Potem dobrałem się do dwóch kwiatków ze stołu. Już też ich nie ma!
Została jedna paprotka, ale żeby nie było, że koty nie są nastawione proekologicznie, pozwalam jej rosnąć w spokoju. I w pokoju!
Gust to ja mam! Pomyślałby ktoś, że kot nie wie, co dla kota dobre.
Pani pozazdrościła mi najwyraźniej myślenia, bo chwilę później przestawiła nieco meble, bym miał więcej miejsca na brykanie.
Co z tego, skoro gdy tylko zaczynam brykać, widzę spojrzenie, które mnie z miejsca paraliżuje? Nic mi nie wolno!

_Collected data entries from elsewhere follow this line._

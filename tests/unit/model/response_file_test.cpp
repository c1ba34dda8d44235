// SPDX-License-Identifier: GPL-2.0-or-later
#include "model/response_file.h"

#include <gtest/gtest.h>

#include <fstream>
#include <string>

#include "base/error.h"
#include "support/temporary_folder.h"

namespace foreglow {
namespace {

class TableFile : public ::testing::Test {
  protected:
    std::filesystem::path write(const std::string& text) {
        std::ofstream(folder_ / "t.csv") << text;
        return folder_ / "t.csv";
    }
    template <typename Read>
    std::string message_of(const std::string& text, const Read& read) {
        const std::filesystem::path path = write(text);
        try {
            (void)read(path);
        } catch (const DataError& error) {
            EXPECT_EQ(error.exit_status(), 1);
            return std::string(error.what()).substr(path.string().size());
        }
        return "";
    }
    std::string response_message(const std::string& text) { return message_of(text, read_response_file); }
    std::string window_message(const std::string& text) { return message_of(text, read_beam_window); }
    testing::TemporaryFolder folder_;
};
using ResponseFile = TableFile;
using BeamWindowFile = TableFile;

bool has(const std::string& message, const std::string& part) {
    return message.find(part) != std::string::npos;
}

TEST_F(ResponseFile, ReadsFrequenciesInTheHeadersUnit) {
    const ResponseTable table =
        read_response_file(write("frequency_MHz,transmission\n100,0\n100,1\n200,0.5\n200,0\n"));
    ASSERT_EQ(table.frequencies.size(), 4U);
    EXPECT_DOUBLE_EQ(table.frequencies[0].hz(), 100e6);
    EXPECT_EQ(table.frequencies[0], table.frequencies[1]);  // a step
    EXPECT_DOUBLE_EQ(table.frequencies[2].hz(), 200e6);
    EXPECT_EQ(table.transmission, (std::vector<double>{0, 1, 0.5, 0}));
    for (const char* unit : {"Hz", "kHz", "MHz", "GHz", "THz"})
        EXPECT_NO_THROW(
            (void)read_response_file(write(std::string("frequency_") + unit + ",transmission\n1,1\n2,1\n")))
            << unit;
}

TEST_F(ResponseFile, SaysWhichLineIsWrong) {
    const std::string head = "frequency_GHz,transmission\n";
    EXPECT_EQ(response_message("frequency,transmission\n1,1\n2,1\n").substr(0, 3), ":1:");
    EXPECT_EQ(response_message("frequency_GHz,power\n1,1\n2,1\n").substr(0, 3), ":1:");
    EXPECT_EQ(response_message("frequency_GHz,transmission,x\n1,1,1\n").substr(0, 3), ":1:");
    EXPECT_EQ(response_message(head + "2,1\n1,1\n").substr(0, 3), ":3:");
    EXPECT_EQ(response_message(head + "1,1\n2,-0.1\n").substr(0, 3), ":3:");
    EXPECT_EQ(response_message(head + "-1,1\n2,1\n").substr(0, 3), ":2:");
    EXPECT_EQ(response_message(head + "1,1\n2,1\n2,0.5\n2,0\n").substr(0, 3), ":5:");
    EXPECT_EQ(response_message(head + "1,nan\n2,1\n").substr(0, 3), ":2:");
    EXPECT_TRUE(has(response_message(head + "1,1\n"), "at least two rows"));
    EXPECT_TRUE(has(response_message(head + "1,0\n2,0\n"), "zero everywhere"));
    EXPECT_TRUE(has(response_message(head + "1,1\n1,1\n"), "span no frequency"));
    EXPECT_THROW((void)read_response_file(folder_ / "none.csv"), InputError);
}

TEST_F(ResponseFile, DemoResponseIsRight) {
    const ResponseTable table = read_response_file(std::filesystem::path(FOREGLOW_SOURCE_DIR) / "data-demo" /
                                                   "ridge-44-response.csv");
    EXPECT_DOUBLE_EQ(table.frequencies.front().ghz(), 38);
    EXPECT_DOUBLE_EQ(table.frequencies.back().ghz(), 50);
}

TEST_F(BeamWindowFile, ReadsOneOrTwoColumns) {
    const auto one = read_beam_window(write("l,B_l\n0,1\n1,0.9\n2,0.8\n"));
    EXPECT_EQ(one.lmax, 2);
    EXPECT_EQ(one.intensity, (std::vector<double>{1, 0.9, 0.8}));
    EXPECT_EQ(one.polarization, one.intensity);
    EXPECT_FALSE(one.has_polarization_column);
    const auto two = read_beam_window(write("ell,bl,BL_pol\n0,1,0\n1,0.9,0\n2,0.8,0.7\n"));
    EXPECT_EQ(two.polarization, (std::vector<double>{0, 0, 0.7}));
    EXPECT_TRUE(two.has_polarization_column);
}

TEST_F(BeamWindowFile, SaysWhichLineIsWrong) {
    EXPECT_EQ(window_message("l,window\n0,1\n").substr(0, 3), ":1:");
    EXPECT_EQ(window_message("l,B_l\n1,1\n").substr(0, 3), ":2:");
    EXPECT_EQ(window_message("l,B_l\n0,1\n2,1\n").substr(0, 3), ":3:");
    EXPECT_EQ(window_message("l,B_l\n0,1\n0.5,1\n").substr(0, 3), ":3:");
    EXPECT_EQ(window_message("l,B_l\n0,0\n1,1\n").substr(0, 3), ":2:");
    EXPECT_EQ(window_message("l,B_l\n0,1\n1,inf\n").substr(0, 3), ":3:");
    EXPECT_TRUE(has(window_message("l,B_l\n"), "no rows"));
}

}  // namespace
}  // namespace foreglow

Ciągnąć za obrus? Nie wolno! Skakać po meblach? Nie wolno! Oblizywać naczyń leżących na stole? Nie wolno!
Czuję, że ktoś tu ogranicza moją kocią swobodę obywatelską!
Zna ktoś numer do jakiegoś Rzecznika Praw Kocich?
Wasz Pyszczuś
P.S. No dobra – bawić się żółtą pszczółką mi wolno. Nie wiedzieć czemu, marne to pocieszenie!